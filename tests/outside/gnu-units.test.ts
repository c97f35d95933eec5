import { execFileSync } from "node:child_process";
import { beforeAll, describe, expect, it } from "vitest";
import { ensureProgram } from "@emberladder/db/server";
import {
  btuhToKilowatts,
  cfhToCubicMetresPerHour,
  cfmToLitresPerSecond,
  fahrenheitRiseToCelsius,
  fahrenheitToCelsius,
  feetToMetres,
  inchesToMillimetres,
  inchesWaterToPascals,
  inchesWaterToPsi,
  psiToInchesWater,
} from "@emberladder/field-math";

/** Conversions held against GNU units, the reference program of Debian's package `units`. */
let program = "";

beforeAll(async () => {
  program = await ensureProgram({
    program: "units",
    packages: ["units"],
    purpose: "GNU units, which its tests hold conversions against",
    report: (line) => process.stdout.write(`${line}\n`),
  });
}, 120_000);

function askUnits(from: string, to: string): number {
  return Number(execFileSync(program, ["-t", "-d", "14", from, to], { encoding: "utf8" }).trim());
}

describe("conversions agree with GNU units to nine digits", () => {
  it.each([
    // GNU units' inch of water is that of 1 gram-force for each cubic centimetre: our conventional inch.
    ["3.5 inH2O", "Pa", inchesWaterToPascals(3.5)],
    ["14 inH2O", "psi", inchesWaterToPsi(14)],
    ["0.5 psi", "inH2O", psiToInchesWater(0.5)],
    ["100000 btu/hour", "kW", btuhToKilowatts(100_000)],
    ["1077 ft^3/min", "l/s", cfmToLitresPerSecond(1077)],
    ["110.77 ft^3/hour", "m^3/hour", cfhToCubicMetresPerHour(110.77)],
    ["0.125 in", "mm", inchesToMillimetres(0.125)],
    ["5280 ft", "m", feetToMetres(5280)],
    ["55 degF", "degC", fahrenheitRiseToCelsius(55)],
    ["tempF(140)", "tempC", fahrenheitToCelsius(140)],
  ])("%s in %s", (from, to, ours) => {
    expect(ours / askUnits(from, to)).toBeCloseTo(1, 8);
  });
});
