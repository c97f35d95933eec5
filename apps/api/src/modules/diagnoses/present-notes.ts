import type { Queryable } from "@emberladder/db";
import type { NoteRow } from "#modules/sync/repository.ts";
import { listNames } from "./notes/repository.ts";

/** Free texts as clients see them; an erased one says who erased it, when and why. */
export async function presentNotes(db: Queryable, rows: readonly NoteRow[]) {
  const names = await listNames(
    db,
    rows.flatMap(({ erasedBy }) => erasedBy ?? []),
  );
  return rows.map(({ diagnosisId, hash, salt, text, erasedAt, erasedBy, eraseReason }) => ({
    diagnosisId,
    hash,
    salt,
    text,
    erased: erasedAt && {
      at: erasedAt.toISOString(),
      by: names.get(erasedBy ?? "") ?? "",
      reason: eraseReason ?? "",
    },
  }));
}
____________________
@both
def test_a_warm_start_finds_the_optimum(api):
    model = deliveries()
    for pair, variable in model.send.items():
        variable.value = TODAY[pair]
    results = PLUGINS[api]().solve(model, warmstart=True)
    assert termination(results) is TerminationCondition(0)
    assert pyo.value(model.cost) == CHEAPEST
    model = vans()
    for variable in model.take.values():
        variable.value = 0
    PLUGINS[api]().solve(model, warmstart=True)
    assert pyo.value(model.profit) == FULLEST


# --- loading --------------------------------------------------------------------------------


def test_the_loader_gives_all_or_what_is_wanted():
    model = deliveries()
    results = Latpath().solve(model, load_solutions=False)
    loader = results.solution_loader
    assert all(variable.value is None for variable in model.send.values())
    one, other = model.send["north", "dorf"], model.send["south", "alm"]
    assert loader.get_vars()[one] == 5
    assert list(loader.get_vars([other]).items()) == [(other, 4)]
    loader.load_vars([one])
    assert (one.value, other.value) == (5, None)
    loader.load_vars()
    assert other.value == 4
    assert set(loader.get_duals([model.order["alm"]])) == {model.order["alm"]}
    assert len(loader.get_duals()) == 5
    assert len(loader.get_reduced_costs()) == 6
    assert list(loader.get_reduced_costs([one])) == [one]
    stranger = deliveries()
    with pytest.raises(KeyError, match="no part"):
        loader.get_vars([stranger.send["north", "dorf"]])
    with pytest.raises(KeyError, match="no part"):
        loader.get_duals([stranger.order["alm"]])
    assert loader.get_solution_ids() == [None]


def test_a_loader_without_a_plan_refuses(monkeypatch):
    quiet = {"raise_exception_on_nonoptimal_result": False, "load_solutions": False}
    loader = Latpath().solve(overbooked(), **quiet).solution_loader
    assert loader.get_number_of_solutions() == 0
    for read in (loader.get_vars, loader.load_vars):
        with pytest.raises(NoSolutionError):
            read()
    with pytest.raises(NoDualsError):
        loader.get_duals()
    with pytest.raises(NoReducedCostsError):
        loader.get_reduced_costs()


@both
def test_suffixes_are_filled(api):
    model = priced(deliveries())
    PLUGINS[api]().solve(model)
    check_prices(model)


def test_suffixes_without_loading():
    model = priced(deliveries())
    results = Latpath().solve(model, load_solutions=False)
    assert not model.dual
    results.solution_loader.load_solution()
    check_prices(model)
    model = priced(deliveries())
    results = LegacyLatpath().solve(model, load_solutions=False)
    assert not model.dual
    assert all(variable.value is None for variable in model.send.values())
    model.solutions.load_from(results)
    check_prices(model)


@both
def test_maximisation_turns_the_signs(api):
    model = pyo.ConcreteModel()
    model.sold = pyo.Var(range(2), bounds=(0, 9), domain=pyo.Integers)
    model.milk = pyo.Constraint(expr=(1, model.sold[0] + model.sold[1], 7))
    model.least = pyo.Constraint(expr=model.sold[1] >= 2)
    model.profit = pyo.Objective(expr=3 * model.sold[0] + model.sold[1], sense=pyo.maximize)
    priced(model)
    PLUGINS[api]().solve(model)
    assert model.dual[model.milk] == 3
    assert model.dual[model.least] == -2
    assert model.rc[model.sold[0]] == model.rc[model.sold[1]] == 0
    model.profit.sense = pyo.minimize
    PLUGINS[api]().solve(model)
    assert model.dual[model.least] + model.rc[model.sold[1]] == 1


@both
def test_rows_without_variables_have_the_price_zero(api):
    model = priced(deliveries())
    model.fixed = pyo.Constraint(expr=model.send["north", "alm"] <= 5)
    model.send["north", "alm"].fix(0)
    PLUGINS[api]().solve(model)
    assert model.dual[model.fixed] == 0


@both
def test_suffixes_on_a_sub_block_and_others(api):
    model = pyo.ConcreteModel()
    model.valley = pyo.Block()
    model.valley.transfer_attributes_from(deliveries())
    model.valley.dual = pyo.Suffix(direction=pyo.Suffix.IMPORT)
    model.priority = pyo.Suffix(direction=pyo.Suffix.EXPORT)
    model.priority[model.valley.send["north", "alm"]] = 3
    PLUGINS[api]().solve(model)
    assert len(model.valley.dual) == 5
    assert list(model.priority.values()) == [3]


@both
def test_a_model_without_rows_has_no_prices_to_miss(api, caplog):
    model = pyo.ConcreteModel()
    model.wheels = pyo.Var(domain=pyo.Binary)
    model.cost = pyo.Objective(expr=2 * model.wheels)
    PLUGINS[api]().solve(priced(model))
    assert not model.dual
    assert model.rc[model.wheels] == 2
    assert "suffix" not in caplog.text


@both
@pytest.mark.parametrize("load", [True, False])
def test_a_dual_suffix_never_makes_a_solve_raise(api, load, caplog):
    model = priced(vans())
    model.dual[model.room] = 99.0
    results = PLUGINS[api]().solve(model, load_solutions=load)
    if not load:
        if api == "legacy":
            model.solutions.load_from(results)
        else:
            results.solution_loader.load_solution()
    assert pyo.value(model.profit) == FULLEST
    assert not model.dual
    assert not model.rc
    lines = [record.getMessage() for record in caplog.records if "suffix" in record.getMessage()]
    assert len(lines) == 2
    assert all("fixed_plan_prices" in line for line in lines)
____________________
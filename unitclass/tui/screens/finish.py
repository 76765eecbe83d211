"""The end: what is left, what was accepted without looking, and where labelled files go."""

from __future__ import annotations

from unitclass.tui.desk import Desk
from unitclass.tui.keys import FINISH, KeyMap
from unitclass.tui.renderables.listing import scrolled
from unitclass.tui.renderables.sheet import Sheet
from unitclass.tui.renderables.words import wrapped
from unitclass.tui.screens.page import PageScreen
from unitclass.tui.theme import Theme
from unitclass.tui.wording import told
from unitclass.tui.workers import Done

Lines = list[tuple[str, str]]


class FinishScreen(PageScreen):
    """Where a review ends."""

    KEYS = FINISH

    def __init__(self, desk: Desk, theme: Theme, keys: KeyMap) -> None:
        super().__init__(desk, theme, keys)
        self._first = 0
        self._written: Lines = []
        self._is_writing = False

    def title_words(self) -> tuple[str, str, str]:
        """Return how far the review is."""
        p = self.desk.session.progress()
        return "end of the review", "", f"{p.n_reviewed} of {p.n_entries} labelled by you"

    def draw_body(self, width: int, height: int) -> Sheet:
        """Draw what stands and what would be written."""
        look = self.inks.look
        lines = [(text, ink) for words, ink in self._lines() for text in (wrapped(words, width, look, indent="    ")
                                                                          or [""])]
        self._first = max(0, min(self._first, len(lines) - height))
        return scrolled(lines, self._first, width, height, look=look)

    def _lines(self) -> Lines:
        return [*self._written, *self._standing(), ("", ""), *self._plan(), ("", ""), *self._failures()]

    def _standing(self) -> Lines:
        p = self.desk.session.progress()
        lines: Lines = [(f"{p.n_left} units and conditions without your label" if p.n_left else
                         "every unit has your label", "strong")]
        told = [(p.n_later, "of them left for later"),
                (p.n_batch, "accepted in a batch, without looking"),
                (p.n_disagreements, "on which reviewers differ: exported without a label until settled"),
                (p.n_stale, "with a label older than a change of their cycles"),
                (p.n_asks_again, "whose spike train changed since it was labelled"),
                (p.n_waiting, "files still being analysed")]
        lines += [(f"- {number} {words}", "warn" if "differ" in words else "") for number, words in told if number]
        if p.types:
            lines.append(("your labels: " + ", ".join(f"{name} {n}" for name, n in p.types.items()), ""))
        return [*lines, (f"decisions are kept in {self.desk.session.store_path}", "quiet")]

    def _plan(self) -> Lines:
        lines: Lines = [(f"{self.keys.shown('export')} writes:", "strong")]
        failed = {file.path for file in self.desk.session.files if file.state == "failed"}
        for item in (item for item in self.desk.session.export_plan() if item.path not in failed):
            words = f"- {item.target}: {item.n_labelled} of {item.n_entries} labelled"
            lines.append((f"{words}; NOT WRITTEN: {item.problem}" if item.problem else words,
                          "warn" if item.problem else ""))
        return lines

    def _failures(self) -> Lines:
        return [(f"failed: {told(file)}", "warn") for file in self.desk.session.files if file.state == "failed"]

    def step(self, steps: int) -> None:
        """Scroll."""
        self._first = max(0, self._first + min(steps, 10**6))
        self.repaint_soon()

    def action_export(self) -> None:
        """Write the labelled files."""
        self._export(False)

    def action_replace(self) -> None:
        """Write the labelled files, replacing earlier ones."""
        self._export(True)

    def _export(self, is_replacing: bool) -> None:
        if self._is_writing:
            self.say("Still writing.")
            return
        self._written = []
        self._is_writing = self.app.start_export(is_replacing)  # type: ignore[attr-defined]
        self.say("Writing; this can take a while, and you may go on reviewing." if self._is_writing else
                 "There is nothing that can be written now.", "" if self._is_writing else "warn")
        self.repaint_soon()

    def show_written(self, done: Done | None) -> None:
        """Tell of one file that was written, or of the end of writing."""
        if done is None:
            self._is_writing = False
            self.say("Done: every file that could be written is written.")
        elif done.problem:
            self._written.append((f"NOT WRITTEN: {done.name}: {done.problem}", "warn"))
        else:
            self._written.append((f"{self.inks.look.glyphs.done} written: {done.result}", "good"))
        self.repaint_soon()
____________________
§ **What to work on**
Your response should contain each line of the entries above that holds the string "scrolled".

§ **Output for this exercise**
from unitclass.tui.renderables.listing import scrolled
        return scrolled(lines, self._first, width, height, look=look)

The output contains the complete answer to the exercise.